> Task to complete: How many lines of the data hold the word "BarPart"? State the number and nothing else.

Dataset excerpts
+ + + +
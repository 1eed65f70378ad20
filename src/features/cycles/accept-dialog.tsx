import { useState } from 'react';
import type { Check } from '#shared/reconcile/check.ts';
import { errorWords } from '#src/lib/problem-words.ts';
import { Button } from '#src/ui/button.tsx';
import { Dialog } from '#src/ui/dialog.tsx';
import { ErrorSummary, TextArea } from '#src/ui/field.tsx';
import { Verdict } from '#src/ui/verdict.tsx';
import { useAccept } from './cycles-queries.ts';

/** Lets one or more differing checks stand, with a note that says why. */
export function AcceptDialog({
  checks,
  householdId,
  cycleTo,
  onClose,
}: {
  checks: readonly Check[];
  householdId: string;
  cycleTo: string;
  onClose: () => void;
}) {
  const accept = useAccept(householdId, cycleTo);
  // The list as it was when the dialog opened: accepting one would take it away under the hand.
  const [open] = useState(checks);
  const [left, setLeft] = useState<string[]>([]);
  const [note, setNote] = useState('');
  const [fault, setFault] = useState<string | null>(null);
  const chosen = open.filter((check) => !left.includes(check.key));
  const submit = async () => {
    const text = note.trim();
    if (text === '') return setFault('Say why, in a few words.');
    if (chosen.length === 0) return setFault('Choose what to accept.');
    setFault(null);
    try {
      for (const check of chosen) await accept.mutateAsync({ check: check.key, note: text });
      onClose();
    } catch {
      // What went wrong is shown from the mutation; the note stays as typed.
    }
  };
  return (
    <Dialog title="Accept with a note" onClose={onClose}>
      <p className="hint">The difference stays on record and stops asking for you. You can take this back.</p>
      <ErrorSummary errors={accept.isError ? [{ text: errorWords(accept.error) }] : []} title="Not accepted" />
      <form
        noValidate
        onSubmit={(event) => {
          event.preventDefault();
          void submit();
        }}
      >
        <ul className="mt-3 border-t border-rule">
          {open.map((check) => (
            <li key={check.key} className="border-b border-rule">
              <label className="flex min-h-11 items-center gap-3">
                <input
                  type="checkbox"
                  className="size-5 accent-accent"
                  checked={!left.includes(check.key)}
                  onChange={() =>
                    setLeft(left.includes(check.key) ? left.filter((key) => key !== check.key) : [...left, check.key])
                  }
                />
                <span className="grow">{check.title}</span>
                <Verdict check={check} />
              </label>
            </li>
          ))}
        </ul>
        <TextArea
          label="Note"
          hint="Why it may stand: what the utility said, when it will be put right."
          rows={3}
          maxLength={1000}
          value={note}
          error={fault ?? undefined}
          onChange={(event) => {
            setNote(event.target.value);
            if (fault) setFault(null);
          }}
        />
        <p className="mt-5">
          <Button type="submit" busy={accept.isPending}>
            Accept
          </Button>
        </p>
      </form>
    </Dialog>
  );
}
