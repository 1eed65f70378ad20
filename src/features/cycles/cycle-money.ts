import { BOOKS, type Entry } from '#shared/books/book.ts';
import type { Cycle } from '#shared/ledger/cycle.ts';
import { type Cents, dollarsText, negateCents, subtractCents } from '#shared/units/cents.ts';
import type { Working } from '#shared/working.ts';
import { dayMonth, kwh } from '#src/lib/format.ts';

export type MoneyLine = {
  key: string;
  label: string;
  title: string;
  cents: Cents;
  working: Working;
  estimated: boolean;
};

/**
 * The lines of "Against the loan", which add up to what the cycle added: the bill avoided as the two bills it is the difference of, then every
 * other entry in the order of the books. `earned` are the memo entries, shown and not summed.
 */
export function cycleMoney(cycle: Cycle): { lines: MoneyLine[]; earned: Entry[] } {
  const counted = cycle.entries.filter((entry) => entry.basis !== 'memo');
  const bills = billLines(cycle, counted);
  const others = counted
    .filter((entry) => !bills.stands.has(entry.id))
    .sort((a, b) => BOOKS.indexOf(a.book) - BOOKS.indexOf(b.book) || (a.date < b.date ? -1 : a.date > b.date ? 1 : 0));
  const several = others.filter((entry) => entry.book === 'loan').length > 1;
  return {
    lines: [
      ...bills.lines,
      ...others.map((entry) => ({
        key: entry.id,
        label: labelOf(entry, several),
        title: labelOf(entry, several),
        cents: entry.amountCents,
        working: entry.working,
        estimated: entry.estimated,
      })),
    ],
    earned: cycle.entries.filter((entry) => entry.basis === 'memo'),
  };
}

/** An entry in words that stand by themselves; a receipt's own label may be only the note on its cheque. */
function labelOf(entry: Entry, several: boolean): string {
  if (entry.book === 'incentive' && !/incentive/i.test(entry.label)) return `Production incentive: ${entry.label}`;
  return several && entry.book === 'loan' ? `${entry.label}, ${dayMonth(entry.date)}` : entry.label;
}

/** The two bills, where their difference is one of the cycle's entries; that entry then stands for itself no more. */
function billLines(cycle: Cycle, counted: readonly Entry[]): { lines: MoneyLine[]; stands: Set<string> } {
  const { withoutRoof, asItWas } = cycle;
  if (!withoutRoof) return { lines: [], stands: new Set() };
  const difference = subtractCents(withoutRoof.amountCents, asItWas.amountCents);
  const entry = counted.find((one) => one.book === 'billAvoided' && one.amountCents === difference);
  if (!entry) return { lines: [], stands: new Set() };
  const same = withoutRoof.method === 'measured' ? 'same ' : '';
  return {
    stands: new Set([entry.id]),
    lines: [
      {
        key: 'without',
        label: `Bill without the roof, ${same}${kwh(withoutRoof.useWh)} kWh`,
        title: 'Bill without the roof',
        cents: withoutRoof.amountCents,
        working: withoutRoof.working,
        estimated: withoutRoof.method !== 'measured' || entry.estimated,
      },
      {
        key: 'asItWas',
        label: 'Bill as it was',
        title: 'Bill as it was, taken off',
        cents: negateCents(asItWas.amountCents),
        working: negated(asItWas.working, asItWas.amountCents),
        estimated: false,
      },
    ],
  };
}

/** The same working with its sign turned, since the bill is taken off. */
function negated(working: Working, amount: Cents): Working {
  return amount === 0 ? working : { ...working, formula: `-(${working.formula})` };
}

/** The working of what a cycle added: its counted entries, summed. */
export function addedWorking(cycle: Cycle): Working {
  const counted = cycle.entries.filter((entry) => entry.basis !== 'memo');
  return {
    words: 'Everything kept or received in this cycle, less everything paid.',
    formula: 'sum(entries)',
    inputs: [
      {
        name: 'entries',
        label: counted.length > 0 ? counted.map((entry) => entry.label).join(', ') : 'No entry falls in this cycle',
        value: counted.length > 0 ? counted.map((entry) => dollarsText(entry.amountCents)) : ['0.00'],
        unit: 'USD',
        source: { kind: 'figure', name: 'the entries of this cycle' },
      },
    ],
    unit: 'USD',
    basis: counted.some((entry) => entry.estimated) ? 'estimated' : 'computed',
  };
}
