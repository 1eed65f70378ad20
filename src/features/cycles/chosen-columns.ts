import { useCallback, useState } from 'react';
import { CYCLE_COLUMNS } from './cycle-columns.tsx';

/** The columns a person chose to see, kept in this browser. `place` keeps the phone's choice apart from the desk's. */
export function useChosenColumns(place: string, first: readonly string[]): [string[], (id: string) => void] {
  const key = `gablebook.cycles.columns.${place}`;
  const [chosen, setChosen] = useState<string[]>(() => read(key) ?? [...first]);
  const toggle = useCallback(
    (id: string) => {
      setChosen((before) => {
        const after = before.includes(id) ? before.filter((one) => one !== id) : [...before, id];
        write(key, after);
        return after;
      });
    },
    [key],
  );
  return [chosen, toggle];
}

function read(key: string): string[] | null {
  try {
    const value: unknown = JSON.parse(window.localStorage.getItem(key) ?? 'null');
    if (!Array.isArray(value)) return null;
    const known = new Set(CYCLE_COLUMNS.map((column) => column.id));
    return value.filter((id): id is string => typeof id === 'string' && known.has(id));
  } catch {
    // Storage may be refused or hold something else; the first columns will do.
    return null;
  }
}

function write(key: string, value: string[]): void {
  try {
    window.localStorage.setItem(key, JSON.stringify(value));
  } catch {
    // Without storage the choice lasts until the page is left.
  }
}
+ + + +
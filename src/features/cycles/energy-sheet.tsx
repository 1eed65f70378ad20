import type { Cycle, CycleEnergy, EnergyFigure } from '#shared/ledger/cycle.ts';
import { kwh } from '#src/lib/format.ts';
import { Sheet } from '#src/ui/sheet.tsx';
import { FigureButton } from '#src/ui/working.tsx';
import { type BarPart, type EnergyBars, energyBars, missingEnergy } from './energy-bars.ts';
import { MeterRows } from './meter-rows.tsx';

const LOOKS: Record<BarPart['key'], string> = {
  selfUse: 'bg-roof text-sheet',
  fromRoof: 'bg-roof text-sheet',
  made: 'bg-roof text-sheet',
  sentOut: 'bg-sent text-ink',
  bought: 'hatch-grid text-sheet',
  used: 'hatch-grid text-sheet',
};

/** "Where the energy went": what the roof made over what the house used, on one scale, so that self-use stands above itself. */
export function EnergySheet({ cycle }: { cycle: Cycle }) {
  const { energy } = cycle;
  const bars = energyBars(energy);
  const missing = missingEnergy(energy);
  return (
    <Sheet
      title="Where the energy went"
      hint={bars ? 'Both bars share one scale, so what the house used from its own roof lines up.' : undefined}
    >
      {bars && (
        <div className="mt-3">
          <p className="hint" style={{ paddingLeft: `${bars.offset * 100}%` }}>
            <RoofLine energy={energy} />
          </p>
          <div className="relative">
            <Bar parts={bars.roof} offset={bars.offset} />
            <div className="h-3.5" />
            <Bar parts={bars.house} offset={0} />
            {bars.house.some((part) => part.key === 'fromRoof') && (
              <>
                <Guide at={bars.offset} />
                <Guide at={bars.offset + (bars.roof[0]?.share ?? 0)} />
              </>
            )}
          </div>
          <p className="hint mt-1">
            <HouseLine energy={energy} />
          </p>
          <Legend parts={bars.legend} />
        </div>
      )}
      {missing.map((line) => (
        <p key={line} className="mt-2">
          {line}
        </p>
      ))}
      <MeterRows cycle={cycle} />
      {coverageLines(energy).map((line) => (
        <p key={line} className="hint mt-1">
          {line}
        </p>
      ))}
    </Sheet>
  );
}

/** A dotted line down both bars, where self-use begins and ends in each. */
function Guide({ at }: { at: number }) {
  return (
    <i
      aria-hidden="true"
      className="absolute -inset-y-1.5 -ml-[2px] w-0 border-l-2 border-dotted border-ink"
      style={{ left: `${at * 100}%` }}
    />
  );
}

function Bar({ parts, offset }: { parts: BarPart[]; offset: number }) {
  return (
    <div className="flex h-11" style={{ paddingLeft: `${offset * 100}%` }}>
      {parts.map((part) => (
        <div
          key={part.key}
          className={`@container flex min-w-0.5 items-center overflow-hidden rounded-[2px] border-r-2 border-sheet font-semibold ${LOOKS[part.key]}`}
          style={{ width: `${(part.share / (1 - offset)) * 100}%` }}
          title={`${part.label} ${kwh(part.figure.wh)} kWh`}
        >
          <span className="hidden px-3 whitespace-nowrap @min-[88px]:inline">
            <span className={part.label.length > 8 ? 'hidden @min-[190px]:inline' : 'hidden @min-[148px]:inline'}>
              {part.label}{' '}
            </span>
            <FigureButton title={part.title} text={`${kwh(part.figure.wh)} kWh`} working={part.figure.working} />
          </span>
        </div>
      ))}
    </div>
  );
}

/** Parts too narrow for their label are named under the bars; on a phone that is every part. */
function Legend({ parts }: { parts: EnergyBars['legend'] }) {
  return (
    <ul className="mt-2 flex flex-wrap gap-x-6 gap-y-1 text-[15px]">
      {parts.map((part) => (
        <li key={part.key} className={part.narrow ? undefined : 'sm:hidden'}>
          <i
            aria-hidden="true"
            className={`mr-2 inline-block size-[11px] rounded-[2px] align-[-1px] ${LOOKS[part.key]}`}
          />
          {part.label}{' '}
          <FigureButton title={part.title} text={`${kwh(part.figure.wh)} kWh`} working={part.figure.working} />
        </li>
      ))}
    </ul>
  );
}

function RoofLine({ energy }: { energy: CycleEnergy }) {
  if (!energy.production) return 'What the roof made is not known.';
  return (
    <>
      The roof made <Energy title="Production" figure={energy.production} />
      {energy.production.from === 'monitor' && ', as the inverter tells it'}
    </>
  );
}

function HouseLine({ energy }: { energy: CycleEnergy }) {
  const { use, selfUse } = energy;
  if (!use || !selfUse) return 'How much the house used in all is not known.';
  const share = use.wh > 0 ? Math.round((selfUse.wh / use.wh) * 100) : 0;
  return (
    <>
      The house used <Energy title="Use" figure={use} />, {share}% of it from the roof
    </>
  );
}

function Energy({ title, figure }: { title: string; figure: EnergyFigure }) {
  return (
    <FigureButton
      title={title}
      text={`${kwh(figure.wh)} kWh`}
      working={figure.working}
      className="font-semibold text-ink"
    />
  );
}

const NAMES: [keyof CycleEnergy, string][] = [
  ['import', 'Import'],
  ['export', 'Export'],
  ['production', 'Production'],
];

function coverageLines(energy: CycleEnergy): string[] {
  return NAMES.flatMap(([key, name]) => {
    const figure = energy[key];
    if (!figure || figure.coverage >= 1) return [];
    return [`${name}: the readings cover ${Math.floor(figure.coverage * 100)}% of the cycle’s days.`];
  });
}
+ + + +
> Reply: 3